**Study material:**
+===+

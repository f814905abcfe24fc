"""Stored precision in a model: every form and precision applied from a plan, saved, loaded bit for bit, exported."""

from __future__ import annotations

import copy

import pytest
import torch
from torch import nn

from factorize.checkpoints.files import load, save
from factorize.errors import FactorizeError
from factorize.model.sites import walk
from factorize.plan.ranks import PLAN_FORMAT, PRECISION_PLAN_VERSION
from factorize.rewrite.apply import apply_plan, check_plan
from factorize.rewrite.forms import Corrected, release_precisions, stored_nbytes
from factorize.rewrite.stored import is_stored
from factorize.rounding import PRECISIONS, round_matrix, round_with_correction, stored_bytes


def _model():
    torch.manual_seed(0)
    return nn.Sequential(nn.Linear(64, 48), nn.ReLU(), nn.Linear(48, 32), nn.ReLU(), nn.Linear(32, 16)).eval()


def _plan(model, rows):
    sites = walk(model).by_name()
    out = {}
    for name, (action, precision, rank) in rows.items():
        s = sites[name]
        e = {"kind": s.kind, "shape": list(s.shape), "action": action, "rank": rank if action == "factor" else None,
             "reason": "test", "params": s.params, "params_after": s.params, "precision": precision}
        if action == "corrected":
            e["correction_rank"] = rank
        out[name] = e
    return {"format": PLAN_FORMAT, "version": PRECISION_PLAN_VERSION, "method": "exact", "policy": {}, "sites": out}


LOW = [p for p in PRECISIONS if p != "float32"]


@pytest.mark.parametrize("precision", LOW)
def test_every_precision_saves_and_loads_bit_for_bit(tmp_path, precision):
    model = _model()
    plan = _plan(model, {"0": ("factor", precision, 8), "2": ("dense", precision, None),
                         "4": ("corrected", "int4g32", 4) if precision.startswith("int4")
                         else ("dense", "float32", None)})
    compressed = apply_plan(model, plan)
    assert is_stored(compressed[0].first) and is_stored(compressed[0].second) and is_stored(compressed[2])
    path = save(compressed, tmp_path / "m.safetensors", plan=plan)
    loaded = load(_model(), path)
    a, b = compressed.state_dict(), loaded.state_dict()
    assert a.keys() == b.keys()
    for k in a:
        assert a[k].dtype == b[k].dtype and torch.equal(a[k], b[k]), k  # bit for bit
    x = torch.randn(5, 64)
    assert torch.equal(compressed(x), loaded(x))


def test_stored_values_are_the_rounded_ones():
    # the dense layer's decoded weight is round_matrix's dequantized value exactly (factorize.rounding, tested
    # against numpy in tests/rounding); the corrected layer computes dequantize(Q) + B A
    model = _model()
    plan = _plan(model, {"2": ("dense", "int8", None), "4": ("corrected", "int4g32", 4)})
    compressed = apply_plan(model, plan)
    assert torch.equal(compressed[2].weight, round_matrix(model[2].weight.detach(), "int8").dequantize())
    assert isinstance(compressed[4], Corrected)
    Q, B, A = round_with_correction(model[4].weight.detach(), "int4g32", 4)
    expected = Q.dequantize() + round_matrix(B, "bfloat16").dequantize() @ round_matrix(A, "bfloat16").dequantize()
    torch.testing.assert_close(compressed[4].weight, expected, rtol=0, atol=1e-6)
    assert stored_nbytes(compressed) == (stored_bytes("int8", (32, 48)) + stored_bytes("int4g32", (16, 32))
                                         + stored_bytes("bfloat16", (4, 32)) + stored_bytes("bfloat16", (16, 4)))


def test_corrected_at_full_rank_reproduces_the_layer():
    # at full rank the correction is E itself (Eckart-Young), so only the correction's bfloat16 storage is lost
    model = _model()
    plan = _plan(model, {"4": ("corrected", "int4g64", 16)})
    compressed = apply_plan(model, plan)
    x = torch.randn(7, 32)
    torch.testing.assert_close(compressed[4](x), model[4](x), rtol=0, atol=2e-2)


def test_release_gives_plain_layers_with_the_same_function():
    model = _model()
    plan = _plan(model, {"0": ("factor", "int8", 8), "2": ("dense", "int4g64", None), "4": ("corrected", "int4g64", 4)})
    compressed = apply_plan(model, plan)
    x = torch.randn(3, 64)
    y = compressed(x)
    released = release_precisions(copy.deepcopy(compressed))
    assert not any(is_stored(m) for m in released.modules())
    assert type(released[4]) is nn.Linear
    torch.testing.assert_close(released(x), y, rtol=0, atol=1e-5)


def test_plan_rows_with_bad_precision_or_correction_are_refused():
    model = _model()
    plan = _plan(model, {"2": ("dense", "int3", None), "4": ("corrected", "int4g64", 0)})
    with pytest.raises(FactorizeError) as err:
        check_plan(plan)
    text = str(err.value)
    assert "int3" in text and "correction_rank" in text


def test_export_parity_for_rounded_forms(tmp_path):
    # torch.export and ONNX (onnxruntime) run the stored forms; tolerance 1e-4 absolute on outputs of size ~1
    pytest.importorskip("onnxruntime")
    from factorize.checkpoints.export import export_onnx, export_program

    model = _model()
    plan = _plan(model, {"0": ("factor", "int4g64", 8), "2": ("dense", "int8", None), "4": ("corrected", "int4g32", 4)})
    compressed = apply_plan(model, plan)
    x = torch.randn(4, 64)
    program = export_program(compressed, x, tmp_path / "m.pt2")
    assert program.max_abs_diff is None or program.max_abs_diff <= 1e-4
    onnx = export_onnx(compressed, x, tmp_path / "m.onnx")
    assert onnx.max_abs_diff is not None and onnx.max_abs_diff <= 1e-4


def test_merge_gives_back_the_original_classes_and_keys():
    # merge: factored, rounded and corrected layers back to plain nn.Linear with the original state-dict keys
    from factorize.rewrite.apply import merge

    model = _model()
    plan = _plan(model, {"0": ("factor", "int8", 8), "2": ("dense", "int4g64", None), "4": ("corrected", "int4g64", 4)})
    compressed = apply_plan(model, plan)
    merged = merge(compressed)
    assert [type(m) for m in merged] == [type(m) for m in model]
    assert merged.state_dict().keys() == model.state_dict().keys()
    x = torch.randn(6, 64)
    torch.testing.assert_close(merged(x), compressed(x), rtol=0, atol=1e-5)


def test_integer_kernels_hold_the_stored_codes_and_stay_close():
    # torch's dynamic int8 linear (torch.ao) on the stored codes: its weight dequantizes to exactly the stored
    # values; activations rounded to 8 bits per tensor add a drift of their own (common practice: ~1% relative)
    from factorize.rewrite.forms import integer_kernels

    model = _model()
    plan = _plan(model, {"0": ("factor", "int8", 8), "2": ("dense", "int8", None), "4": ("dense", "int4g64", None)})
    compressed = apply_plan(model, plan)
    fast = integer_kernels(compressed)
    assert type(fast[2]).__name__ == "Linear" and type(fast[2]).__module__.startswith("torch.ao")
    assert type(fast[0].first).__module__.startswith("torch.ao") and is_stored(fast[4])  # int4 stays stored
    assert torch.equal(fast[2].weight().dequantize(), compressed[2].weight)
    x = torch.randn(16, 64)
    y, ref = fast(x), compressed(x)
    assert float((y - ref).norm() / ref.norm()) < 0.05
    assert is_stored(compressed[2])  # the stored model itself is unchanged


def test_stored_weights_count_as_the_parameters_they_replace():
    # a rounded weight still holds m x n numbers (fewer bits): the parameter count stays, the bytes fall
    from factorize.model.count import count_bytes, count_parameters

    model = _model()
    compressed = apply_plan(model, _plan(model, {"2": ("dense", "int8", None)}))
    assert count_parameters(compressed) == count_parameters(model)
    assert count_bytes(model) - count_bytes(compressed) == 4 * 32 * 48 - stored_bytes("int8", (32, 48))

+===+

**Your goal:** Could you copy every line from the records that mentions the word "merged"?

**Written response:**
    merged = merge(compressed)
    assert [type(m) for m in merged] == [type(m) for m in model]
    assert merged.state_dict().keys() == model.state_dict().keys()
    torch.testing.assert_close(merged(x), compressed(x), rtol=0, atol=1e-5)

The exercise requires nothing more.